The Thin Red LineThe Thin Red Line is very different from To End All Wars. Both explore some complex aspects of humanity under the extreme stresses of war, but they ask different questions in different ways. The Thin Red Line delves into some of the more miserable aspects of human nature – or perhaps even the unhuman aspects of human nature. It shows how absurd we can be, how viscious and how noble – the same person, one moment like an animal, the next like a god. That’s mysterious.

Movies liks this often make me wonder what I would be like in similar situations. I hope I never find out.

Ethan vs. the Spider

Kris | Family | Wednesday, October 15th, 2008

You can see a photo essay on Ethan’s morning activity over at Petra’s blog.

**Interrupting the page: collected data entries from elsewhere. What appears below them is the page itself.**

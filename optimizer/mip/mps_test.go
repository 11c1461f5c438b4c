package mip

import (
	"bytes"
	"math"
	"math/rand/v2"
	"os"
	"reflect"
	"strings"
	"testing"
)

var inf = math.Inf(1)

// TestReadMPSAllSections reads a hand-written file that uses every section
// and bound type; the expected values follow the MPS conventions written
// in the GLPK reference manual, appendix "MPS format" (from memory).
func TestReadMPSAllSections(t *testing.T) {
	f, err := os.Open("testdata/allsections.mps")
	if err != nil {
		t.Fatal(err)
	}
	defer f.Close()
	p, err := ReadMPS(f)
	if err != nil {
		t.Fatal(err)
	}
	if p.Name != "ALLSECT" {
		t.Errorf("Name = %q", p.Name)
	}
	wantRows := []string{"LIM1", "LIM2", "MYEQN", "EQRNG", "LRNG", "SPARE"}
	if !reflect.DeepEqual(p.RowNames, wantRows) {
		t.Errorf("rows = %v, want %v", p.RowNames, wantRows)
	}
	q := &p.LP
	// OBJSENSE MAX: objective negated; RHS on the objective row -7.5
	// means constant +7.5 in the max form, so -7.5 in the min form.
	wantObj := []float64{-1, -2, 1, -3, 0, -1, -1, -1, -1}
	if !reflect.DeepEqual(q.Obj, wantObj) {
		t.Errorf("Obj = %v, want %v", q.Obj, wantObj)
	}
	if p.ObjOffset != -7.5 {
		t.Errorf("ObjOffset = %v, want -7.5", p.ObjOffset)
	}
	wantLo := []float64{math.Inf(-1), 1, 7, -1, 6, math.Inf(-1)}
	wantUp := []float64{4, 3.5, 7, 2, 10, inf}
	if !reflect.DeepEqual(q.RowLo, wantLo) || !reflect.DeepEqual(q.RowUp, wantUp) {
		t.Errorf("row bounds lo=%v up=%v, want lo=%v up=%v", q.RowLo, q.RowUp, wantLo, wantUp)
	}
	wantCLo := []float64{0, -1, math.Inf(-1), 0, 3.25, math.Inf(-1), 0, 2, math.Inf(-1)}
	wantCUp := []float64{4, 1, inf, 9, 3.25, inf, 1, inf, -2}
	if !reflect.DeepEqual(q.ColLo, wantCLo) || !reflect.DeepEqual(q.ColUp, wantCUp) {
		t.Errorf("col bounds lo=%v up=%v, want lo=%v up=%v", q.ColLo, q.ColUp, wantCLo, wantCUp)
	}
	wantInt := []bool{false, true, true, true, false, false, true, true, false}
	if !reflect.DeepEqual(p.Integer, wantInt) {
		t.Errorf("Integer = %v, want %v", p.Integer, wantInt)
	}
	if q.ColStart[q.NumCols] != 8 {
		t.Errorf("nonzeros = %d, want 8", q.ColStart[q.NumCols])
	}
	if err := p.Validate(); err != nil {
		t.Error(err)
	}
}

func TestReadMPSErrors(t *testing.T) {
	cases := []struct {
		name, text, want string
	}{
		{"no objective", "ROWS\n L R1\nCOLUMNS\n", "line 3: COLUMNS before any N"},
		{"bad row type", "ROWS\n N OBJ\n X R1\n", "line 3: row \"R1\" has type \"X\""},
		{"unknown row", "ROWS\n N OBJ\nCOLUMNS\n x R9 1\n", "line 4: column \"x\" names row \"R9\""},
		{"bad number", "ROWS\n N OBJ\n L R\nCOLUMNS\n x R 1..2\n", "line 5: coefficient of column \"x\" in row \"R\" \"1..2\" is not a number"},
		{"bad bound", "ROWS\n N OBJ\nCOLUMNS\n x OBJ 1\nBOUNDS\n ZZ BND x 3\nENDATA\n", "line 6: bound type \"ZZ\""},
		{"unknown col", "ROWS\n N OBJ\nCOLUMNS\n x OBJ 1\nBOUNDS\n UP BND y 3\nENDATA\n", "line 6: BOUNDS names column \"y\""},
		{"no endata", "ROWS\n N OBJ\n", "no ENDATA"},
		{"bad section", "ROWZ\n", "line 1: unknown section header"},
		{"crossed bounds", "ROWS\n N OBJ\nCOLUMNS\n x OBJ 1\nBOUNDS\n LO BND x 3\n UP BND x 2\nENDATA\n", "lower bound 3 above its upper bound 2"},
		{"noncontiguous", "ROWS\n N OBJ\nCOLUMNS\n x OBJ 1\n y OBJ 1\n x OBJ 2\nENDATA\n", "line 6: column \"x\" appears again"},
		{"marker", "ROWS\n N OBJ\nCOLUMNS\n M 'MARKER' 'FOO'\nENDATA\n", "line 4: MARKER"},
	}
	for _, c := range cases {
		t.Run(c.name, func(t *testing.T) {
			_, err := ReadMPS(strings.NewReader(c.text))
			if err == nil || !strings.Contains(err.Error(), c.want) {
				t.Errorf("err = %v, want it to contain %q", err, c.want)
			}
		})
	}
}

// randomProblem makes a random, valid mixed-integer problem for format
// tests (invented data).
func randomProblem(rng *rand.Rand, m, n int, names bool) *Problem {
	p := &Problem{Name: "rand test", Integer: make([]bool, n)}
	q := &p.LP
	q.NumRows, q.NumCols = m, n
	q.Obj = make([]float64, n)
	q.ColLo = make([]float64, n)
	q.ColUp = make([]float64, n)
	q.RowLo = make([]float64, m)
	q.RowUp = make([]float64, m)
	q.ColStart = make([]int, n+1)
	vals := []float64{0, 1, -1, 2.5, 1e-7, 3e12, -0.1}
	pick := func() float64 { return vals[rng.IntN(len(vals))] * float64(1+rng.IntN(5)) }
	for j := 0; j < n; j++ {
		q.Obj[j] = pick()
		switch rng.IntN(6) {
		case 0:
			q.ColLo[j], q.ColUp[j] = math.Inf(-1), inf
		case 1:
			q.ColLo[j], q.ColUp[j] = math.Inf(-1), pick()
		case 2:
			q.ColLo[j], q.ColUp[j] = 2, 2
		case 3:
			q.ColLo[j], q.ColUp[j] = -1, 7
		case 4:
			q.ColLo[j], q.ColUp[j] = 0, inf
		default:
			q.ColLo[j], q.ColUp[j] = 0, 1
		}
		p.Integer[j] = rng.IntN(2) == 0
		for i := 0; i < m; i++ {
			if rng.IntN(3) == 0 {
				q.RowIndex = append(q.RowIndex, i)
				q.Value = append(q.Value, pick())
			}
		}
		q.ColStart[j+1] = len(q.RowIndex)
	}
	for i := 0; i < m; i++ {
		b := pick()
		switch rng.IntN(5) {
		case 0:
			q.RowLo[i], q.RowUp[i] = b, inf
		case 1:
			q.RowLo[i], q.RowUp[i] = math.Inf(-1), b
		case 2:
			q.RowLo[i], q.RowUp[i] = b, b
		case 3:
			q.RowLo[i], q.RowUp[i] = b, b+3
		default:
			q.RowLo[i], q.RowUp[i] = math.Inf(-1), inf
		}
	}
	p.ObjOffset = pick()
	if names {
		p.ColNames = make([]string, n)
		p.RowNames = make([]string, m)
		for j := range p.ColNames {
			p.ColNames[j] = "x_" + string(rune('a'+j%26)) + strings.Repeat("z", j/26)
		}
		for i := range p.RowNames {
			p.RowNames[i] = "row" + strings.Repeat("k", i)
		}
	}
	return p
}

func TestMPSRoundTrip(t *testing.T) {
	rng := rand.New(rand.NewPCG(1, 2))
	for trial := 0; trial < 200; trial++ {
		names := trial%2 == 0
		p := randomProblem(rng, rng.IntN(6), rng.IntN(8), names)
		var buf bytes.Buffer
		if err := WriteMPS(&buf, p); err != nil {
			t.Fatal(err)
		}
		text := buf.String()
		got, err := ReadMPS(strings.NewReader(text))
		if err != nil {
			t.Fatalf("trial %d: %v\n%s", trial, err, text)
		}
		want := *p
		want.Name = "rand_test"
		if !names {
			// Generated names come back.
			want.ColNames, want.RowNames = mpsNames(nil, p.LP.NumCols, "C"), mpsNames(nil, p.LP.NumRows, "R")
		}
		if want.LP.RowIndex == nil {
			want.LP.RowIndex, want.LP.Value = got.LP.RowIndex, got.LP.Value
		}
		if len(got.LP.RowIndex) == 0 && len(want.LP.RowIndex) == 0 {
			got.LP.RowIndex, got.LP.Value = want.LP.RowIndex, want.LP.Value
		}
		if len(want.RowNames) == 0 && len(got.RowNames) == 0 {
			got.RowNames = want.RowNames
		}
		if len(want.ColNames) == 0 && len(got.ColNames) == 0 {
			got.ColNames = want.ColNames
		}
		if !reflect.DeepEqual(got, &want) {
			t.Fatalf("trial %d: round trip differs\nwant %+v\ngot  %+v\n%s", trial, want, *got, text)
		}
		// Deterministic: writing again gives the same bytes.
		var again bytes.Buffer
		if err := WriteMPS(&again, p); err != nil || again.String() != text {
			t.Fatalf("trial %d: second write differs", trial)
		}
	}
}

func TestValidate(t *testing.T) {
	good := SetCover([]float64{1, 2}, [][]int{{0}, {0, 1}})
	if err := good.Validate(); err != nil {
		t.Fatal(err)
	}
	bad := []func(p *Problem){
		func(p *Problem) { p.LP.Obj = p.LP.Obj[:1] },
		func(p *Problem) { p.LP.RowIndex[0] = 5 },
		func(p *Problem) { p.LP.ColLo[0] = 3 },
		func(p *Problem) { p.LP.Value[1] = math.NaN() },
		func(p *Problem) { p.Integer = nil },
		func(p *Problem) { p.LP.RowLo[1] = math.Inf(1) },
		func(p *Problem) { p.LP.RowIndex[2] = 0 },
		func(p *Problem) { p.ColNames = []string{"a"} },
	}
	for k, f := range bad {
		p := SetCover([]float64{1, 2}, [][]int{{0}, {0, 1}})
		f(p)
		if err := p.Validate(); err == nil {
			t.Errorf("case %d: Validate accepted a broken problem", k)
		}
	}
}

func FuzzReadMPS(f *testing.F) {
	seed, err := os.ReadFile("testdata/allsections.mps")
	if err != nil {
		f.Fatal(err)
	}
	f.Add(string(seed))
	f.Add("ROWS\n N O\nCOLUMNS\n x O 1\nENDATA\n")
	f.Add("NAME\nROWS\n N O\n G r\nCOLUMNS\n x r 1e308\nRHS\n r 1\nRANGES\n r -1\nBOUNDS\n UP B x -1\nENDATA\n")
	f.Fuzz(func(t *testing.T, s string) {
		p, err := ReadMPS(strings.NewReader(s))
		if err != nil {
			return
		}
		if err := p.Validate(); err != nil {
			t.Fatalf("ReadMPS returned an invalid problem: %v", err)
		}
		var buf bytes.Buffer
		if err := WriteMPS(&buf, p); err != nil {
			t.Fatalf("WriteMPS: %v", err)
		}
		if _, err := ReadMPS(&buf); err != nil {
			t.Fatalf("re-read: %v\n%s", err, buf.String())
		}
	})
}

I think Karen, Anya, and other haters of spiders will be pleased….

El caballero de la trista figura!

Kris | Painting | Saturday, October 11th, 2008

Don Quixote and the windmills, by Anya Poirier

To End All Wars

Kris | Movies | Sunday, October 5th, 2008

To End All WarsTo End All Wars is set in a Japanese POW camp in Thailand from 1942 – 1945. It shows the confrontation not only of two cultures, but of different individual convictions, in the face of death and hopelessness – or at least the temptation to hopelessness. Of course, it gets down to some of the ultimate questions about life. And it deals with them quite well.

I was intrigued by the need some of the men had to create a school within their camp, where they discussed Plato and learned Shakespeare, and they studied the Scriptures. They also learned and performed Beethoven’s “Ode to Joy” (I think) on some wretched instruments. The ideas and the beauty transformed many of the men, and the changes in them affected their captors.

A movie to talk about – and perhaps even to be changed by…

Life is but a dream?

Kris | Movies | Friday, October 3rd, 2008

Waking LifeYou have to have some interest in philosophical questions and discussion in order to enjoy Waking Life – and I think you need to be willing to listen to a lot of well-articulated nonsense.

The movie was originally filmed as live action, then painted over in order to give its unusual visual effect. And the effect is appropriate, since the protagonist spends the entire film trying to wake up from a dream – in fact, he keeps waking up within his dream, only to find out that he is still dreaming. As he wanders through the dream he meets different characters who wax philosophical. And it seemed to me that even though their statements were all brief, they captured the essence (without too much caricature) of the system of thought they represented, whether it was existentialism or anarchism (if that’s the word, which I doubt). The movie is a smorgasbord, then, of discussion topics.